INP1...INP8 A9~A2 I CH1~8 analog inputs. AC couple to inputs with ≥ 0.1-µF capacitors.
PDN_ADC L8 I ADC partial (fast) power down control pin with an internal pull down resistor of 100 kΩ. Active High. Either 1.8-V or 3.3-V logic level can be used.
PDN_VCA J8 I VCA partial (fast) power down control pin with an internal pull down resistor of 20 kΩ. Active High. 3.3-V logic level is recommended.
PDN_GLOBAL H8 I Global (complete) power-down control pin for the entire chip with an internal pull down resistor of 20 kΩ. Active High. 3.3-V logic level is recommended.
REFM L4 0.5-V reference output in the internal reference mode. Must leave floated in the internal reference mode. Adding test point on PCB is recommended for monitoring the reference output.
REFP M4 1.5-V reference output in the internal reference mode. Must leave floated in the internal reference mode. Adding test point on PCB is recommended for monitoring the reference output.

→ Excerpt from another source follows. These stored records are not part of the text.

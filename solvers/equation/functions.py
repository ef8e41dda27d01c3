"""The functions an equation may call: arity, sympy builder and double-precision value.

The real-valued helpers here are shared by the parser (folding constant parts) and by
the compiled scalar and vector code, so both paths agree, signed zeros included.
"""

from __future__ import annotations

import math
from collections.abc import Callable
from dataclasses import dataclass
from typing import Any

import numpy as np
import sympy as sp
from sympy.codegen.cfunctions import log2 as _sp_log2
from sympy.codegen.cfunctions import log10 as _sp_log10

# ---------------------------------------------------------------------------------------------
# Real-valued double-precision arithmetic for constant parts (raises ArithmeticError/ValueError)
# ---------------------------------------------------------------------------------------------


def _real_pow(base: float, exponent: float) -> float:
    return math.pow(base, exponent)  # ValueError for a negative base and a fractional exponent


# min and max of signed zeros follow IEEE 754-2019 (minimum/maximum): -0 < +0, so
# max(-0.0, 0.0) is +0.0 and min(-0.0, 0.0) is -0.0 whatever the order of the
# arguments, in both evaluation paths. Python's min/max keep the first of equal values
# and numpy's the second, so f(x) and f([x]) differed where a signed zero reaches a
# function that tells them apart (atan2(x, max(-x, x)) at x = 0 gave 1 and 1 + pi).
def _real_min(*args: float) -> float:
    if any(a != a for a in args):
        return math.nan
    low = min(args)
    if low == 0.0 and any(math.copysign(1.0, a) < 0.0 for a in args if a == 0.0):
        return -0.0
    return low


def _real_max(*args: float) -> float:
    if any(a != a for a in args):
        return math.nan
    high = max(args)
    if high == 0.0 and any(math.copysign(1.0, a) > 0.0 for a in args if a == 0.0):
        return 0.0
    return high


def _ieee_minimum(a: Any, b: Any) -> Any:
    """numpy.minimum with -0.0 below +0.0 (see _real_min)."""
    low = np.minimum(a, b)
    return np.where(low == 0.0, np.where(np.signbit(a) | np.signbit(b), -0.0, 0.0), low)


def _ieee_maximum(a: Any, b: Any) -> Any:
    """numpy.maximum with +0.0 above -0.0 (see _real_max)."""
    high = np.maximum(a, b)
    both_negative = np.signbit(a) & np.signbit(b)
    return np.where(high == 0.0, np.where(both_negative, -0.0, 0.0), high)


def _real_sign(v: float) -> float:
    return v if v != v else float((v > 0) - (v < 0))


def _real_heaviside(v: float) -> float:
    # sympy's Heaviside(0) is 1/2; numpy's heaviside(x, 0.5) agrees.
    return v if v != v else (1.0 if v > 0 else 0.0 if v < 0 else 0.5)


@dataclass(frozen=True)
class _Function:
    """One function the parser knows: arity, sympy builder, double-precision evaluator."""

    min_args: int
    max_args: int | None
    build: Callable[..., Any]
    value: Callable[..., float]


def _atan2_value(y: float, x: float) -> float:
    if y == 0 and x == 0:
        raise ValueError("atan2(0, 0)")  # no defined angle; sympy gives nan
    return math.atan2(y, x)


def _special(name: str) -> Callable[..., float]:
    """The double-precision value of a scipy.special function (the same ufunc the compiled
    code calls, so folded constants and both evaluation paths agree to the bit); a value
    that is not finite (K0 at 0, Y1 below 0) raises, as the math functions do."""

    def value(*args: float) -> float:
        import scipy.special

        result = float(getattr(scipy.special, name)(*args))
        if not math.isfinite(result):
            raise ValueError(f"{name}{args} is not finite")
        return result

    return value


def _bessel(kind: Any, order: int) -> Callable[[Any], Any]:
    def build(x: Any) -> Any:
        return kind(order, x)

    return build


# Bessel functions of the first and second kinds and their modified forms, of orders 0
# and 1 (cylindrical conduction eigenvalues, fins, circular membranes and plates): the
# scipy.special ufuncs jv, yv, iv, kv take the order as their first argument.
_BESSEL = {"J": (sp.besselj, "jv"), "Y": (sp.bessely, "yv"), "I": (sp.besseli, "iv"),
           "K": (sp.besselk, "kv")}
# sympy's class of each kind -> the scipy.special ufunc the compiled code calls
SPECIAL_UFUNCS: dict[str, str] = {"erf": "erf", "erfc": "erfc", "besselj": "jv",
                                  "bessely": "yv", "besseli": "iv", "besselk": "kv"}


def _bessel_value(ufunc: str, order: int) -> Callable[[float], float]:
    value = _special(ufunc)
    return lambda x: value(float(order), x)


FUNCTIONS: dict[str, _Function] = {
    "sqrt": _Function(1, 1, sp.sqrt, math.sqrt),
    "exp": _Function(1, 1, sp.exp, math.exp),
    "ln": _Function(1, 1, sp.log, math.log),
    "log10": _Function(1, 1, _sp_log10, math.log10),
    "log2": _Function(1, 1, _sp_log2, math.log2),
    "sin": _Function(1, 1, sp.sin, math.sin),
    "cos": _Function(1, 1, sp.cos, math.cos),
    "tan": _Function(1, 1, sp.tan, math.tan),
    "asin": _Function(1, 1, sp.asin, math.asin),
    "acos": _Function(1, 1, sp.acos, math.acos),
    "atan": _Function(1, 1, sp.atan, math.atan),
    "atan2": _Function(2, 2, sp.atan2, _atan2_value),
    "sinh": _Function(1, 1, sp.sinh, math.sinh),
    "cosh": _Function(1, 1, sp.cosh, math.cosh),
    "tanh": _Function(1, 1, sp.tanh, math.tanh),
    "asinh": _Function(1, 1, sp.asinh, math.asinh),
    "acosh": _Function(1, 1, sp.acosh, math.acosh),
    "atanh": _Function(1, 1, sp.atanh, math.atanh),
    "abs": _Function(1, 1, sp.Abs, abs),
    "min": _Function(2, None, sp.Min, _real_min),
    "max": _Function(2, None, sp.Max, _real_max),
    "erf": _Function(1, 1, sp.erf, _special("erf")),
    "erfc": _Function(1, 1, sp.erfc, _special("erfc")),
    **{f"{letter}{order}": _Function(1, 1, _bessel(kind, order), _bessel_value(ufunc, order))
       for letter, (kind, ufunc) in _BESSEL.items() for order in (0, 1)},
}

RESET H9 I Hardware reset pin with an internal pull-down resistor of 20 kΩ. Active high, 3.3-V logic level is recommended.
SCLK J9 I Serial interface clock input with an internal pull-down resistor of 20 kΩ, 3.3-V logic level is recommended.
SDATA K9 I Serial interface data input with an internal pull-down resistor of 20 kΩ, 3.3-V logic level is recommended.
SDOUT M9 O Serial interface data readout. High impedance when readout is disabled, 1.8-V logic
SEN L9 I Serial interface enable with an internal pull up resistor of 20 kΩ. Active low, 3.3-V logic level is recommended.
VCNTLM K4 I Negative differential attenuation control pin. Common mode voltage is 0.75V.
VCNTLP K3 I Positive differential attenuation control pin. Common mode voltage is 0.75V.
VHIGH K5 Bias Bias voltage; bypass to ground with ≥ 1 µF.
VREF_IN M3 Bias ADC 1.4-V reference input in the external reference mode; bypass to ground with 0.1 µF.
DNC K7, L5~L7, M5~M8, N4, N6 Do not connect. Must leave floated.